Data excerpts:
↓

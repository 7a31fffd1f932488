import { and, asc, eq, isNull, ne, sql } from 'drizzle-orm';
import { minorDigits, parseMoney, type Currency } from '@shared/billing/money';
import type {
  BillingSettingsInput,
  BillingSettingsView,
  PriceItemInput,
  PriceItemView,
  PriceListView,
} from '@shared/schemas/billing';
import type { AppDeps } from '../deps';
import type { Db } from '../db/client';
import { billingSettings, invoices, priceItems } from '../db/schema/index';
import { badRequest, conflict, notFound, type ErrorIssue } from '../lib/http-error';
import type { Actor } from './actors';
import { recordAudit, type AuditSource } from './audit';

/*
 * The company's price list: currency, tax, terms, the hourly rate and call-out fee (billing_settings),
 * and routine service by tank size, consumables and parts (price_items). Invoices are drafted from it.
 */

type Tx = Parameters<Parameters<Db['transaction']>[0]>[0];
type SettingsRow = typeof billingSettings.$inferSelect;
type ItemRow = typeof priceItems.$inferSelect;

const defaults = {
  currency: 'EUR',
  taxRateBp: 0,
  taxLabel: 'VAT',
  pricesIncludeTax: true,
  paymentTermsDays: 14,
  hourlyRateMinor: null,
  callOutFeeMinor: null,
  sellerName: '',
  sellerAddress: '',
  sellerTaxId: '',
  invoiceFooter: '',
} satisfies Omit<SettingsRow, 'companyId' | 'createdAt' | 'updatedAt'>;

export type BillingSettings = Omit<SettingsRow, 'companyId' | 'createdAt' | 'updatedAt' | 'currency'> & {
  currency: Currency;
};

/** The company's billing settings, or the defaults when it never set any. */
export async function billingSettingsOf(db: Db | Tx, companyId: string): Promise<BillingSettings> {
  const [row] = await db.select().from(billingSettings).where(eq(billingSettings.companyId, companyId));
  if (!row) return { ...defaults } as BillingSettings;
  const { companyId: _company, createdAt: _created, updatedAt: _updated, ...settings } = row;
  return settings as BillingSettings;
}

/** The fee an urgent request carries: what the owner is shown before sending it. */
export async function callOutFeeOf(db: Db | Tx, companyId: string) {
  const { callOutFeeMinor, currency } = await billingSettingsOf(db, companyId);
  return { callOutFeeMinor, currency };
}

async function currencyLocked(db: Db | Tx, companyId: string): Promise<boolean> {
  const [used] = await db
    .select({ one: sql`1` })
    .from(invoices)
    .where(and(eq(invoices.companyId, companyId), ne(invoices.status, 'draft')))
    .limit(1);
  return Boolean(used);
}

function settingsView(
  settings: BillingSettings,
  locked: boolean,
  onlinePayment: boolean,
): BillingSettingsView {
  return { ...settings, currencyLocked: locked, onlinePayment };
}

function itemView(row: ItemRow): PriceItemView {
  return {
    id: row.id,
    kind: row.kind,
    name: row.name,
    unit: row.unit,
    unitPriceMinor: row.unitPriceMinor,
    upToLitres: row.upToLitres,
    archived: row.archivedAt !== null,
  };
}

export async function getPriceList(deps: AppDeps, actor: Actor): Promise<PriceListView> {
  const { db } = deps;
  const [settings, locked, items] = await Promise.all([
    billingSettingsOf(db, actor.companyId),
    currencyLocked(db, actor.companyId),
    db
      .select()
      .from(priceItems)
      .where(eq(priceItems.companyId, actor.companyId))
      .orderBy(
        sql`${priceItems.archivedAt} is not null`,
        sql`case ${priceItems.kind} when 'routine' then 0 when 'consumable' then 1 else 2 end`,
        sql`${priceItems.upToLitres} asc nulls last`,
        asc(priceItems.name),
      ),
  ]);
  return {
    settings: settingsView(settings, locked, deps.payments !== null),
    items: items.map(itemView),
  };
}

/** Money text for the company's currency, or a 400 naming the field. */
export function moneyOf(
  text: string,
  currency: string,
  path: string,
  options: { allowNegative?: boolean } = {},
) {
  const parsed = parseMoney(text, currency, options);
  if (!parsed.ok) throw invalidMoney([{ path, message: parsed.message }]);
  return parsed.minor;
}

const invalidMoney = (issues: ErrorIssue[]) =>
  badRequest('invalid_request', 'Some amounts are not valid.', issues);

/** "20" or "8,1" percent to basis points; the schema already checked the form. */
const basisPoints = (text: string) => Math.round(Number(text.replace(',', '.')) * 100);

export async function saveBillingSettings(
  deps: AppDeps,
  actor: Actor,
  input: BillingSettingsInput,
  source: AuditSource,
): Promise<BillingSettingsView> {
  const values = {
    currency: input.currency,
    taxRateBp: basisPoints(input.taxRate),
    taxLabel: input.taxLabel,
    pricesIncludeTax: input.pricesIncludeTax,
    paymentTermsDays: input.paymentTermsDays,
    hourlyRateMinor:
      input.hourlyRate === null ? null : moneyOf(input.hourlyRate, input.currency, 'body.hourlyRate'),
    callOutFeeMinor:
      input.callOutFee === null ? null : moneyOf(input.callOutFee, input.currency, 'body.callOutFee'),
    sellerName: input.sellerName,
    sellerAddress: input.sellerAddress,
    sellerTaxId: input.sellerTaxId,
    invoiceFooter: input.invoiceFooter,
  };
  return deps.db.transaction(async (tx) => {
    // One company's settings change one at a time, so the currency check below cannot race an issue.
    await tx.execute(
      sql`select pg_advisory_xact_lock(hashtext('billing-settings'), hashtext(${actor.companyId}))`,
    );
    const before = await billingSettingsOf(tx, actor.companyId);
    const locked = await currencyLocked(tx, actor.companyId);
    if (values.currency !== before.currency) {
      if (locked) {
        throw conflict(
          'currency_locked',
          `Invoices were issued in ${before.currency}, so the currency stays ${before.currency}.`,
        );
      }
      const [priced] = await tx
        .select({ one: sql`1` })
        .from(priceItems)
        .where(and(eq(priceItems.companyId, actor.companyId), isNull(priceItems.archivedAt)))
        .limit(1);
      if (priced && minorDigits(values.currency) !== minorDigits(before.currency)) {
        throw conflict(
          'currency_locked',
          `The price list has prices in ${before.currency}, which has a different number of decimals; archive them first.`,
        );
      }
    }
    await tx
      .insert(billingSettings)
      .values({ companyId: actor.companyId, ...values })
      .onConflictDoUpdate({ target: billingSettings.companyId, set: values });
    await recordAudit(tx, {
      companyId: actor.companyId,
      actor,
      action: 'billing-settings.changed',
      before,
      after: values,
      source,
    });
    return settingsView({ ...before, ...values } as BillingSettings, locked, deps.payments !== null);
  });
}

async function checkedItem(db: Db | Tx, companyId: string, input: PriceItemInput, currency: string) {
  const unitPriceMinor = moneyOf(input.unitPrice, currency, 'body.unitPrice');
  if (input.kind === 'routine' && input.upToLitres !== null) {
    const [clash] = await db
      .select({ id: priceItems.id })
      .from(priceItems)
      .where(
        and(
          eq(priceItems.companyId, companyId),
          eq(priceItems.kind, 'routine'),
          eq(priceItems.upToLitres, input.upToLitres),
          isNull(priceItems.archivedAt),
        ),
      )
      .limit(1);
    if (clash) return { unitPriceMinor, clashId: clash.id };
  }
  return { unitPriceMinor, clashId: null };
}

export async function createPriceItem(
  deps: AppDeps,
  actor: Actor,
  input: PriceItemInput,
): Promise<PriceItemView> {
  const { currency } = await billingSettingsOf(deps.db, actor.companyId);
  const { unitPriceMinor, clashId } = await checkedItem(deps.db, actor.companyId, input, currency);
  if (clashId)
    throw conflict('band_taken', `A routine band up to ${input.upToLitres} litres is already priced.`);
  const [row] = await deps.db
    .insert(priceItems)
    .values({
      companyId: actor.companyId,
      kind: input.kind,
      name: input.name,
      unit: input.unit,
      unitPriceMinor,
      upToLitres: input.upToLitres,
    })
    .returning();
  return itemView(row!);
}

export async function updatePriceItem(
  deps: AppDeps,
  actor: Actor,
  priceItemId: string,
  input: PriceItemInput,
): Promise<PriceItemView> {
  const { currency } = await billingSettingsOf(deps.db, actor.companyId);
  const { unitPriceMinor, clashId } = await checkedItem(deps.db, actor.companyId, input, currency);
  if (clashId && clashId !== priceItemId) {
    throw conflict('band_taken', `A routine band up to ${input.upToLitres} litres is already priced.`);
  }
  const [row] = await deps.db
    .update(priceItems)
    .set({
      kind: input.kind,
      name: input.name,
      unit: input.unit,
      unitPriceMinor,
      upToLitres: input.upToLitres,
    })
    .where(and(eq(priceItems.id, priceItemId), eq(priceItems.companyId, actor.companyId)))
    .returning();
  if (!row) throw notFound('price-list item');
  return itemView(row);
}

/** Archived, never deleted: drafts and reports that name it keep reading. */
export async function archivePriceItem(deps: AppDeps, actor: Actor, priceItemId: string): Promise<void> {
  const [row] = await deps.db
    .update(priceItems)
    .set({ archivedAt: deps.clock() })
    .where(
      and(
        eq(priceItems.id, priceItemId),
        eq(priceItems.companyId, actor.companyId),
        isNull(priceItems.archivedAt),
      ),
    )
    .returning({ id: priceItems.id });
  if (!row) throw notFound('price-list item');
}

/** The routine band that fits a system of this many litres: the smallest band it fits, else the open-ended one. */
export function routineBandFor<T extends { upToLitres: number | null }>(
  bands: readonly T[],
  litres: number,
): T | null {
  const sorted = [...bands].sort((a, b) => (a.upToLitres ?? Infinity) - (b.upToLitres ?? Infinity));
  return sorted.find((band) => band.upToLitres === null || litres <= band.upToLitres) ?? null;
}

↑

Each line that includes the string "AuditSource" should be copied from the data.

■ **SOLUTION FOR THIS PROBLEM**:
import { recordAudit, type AuditSource } from './audit';
  source: AuditSource,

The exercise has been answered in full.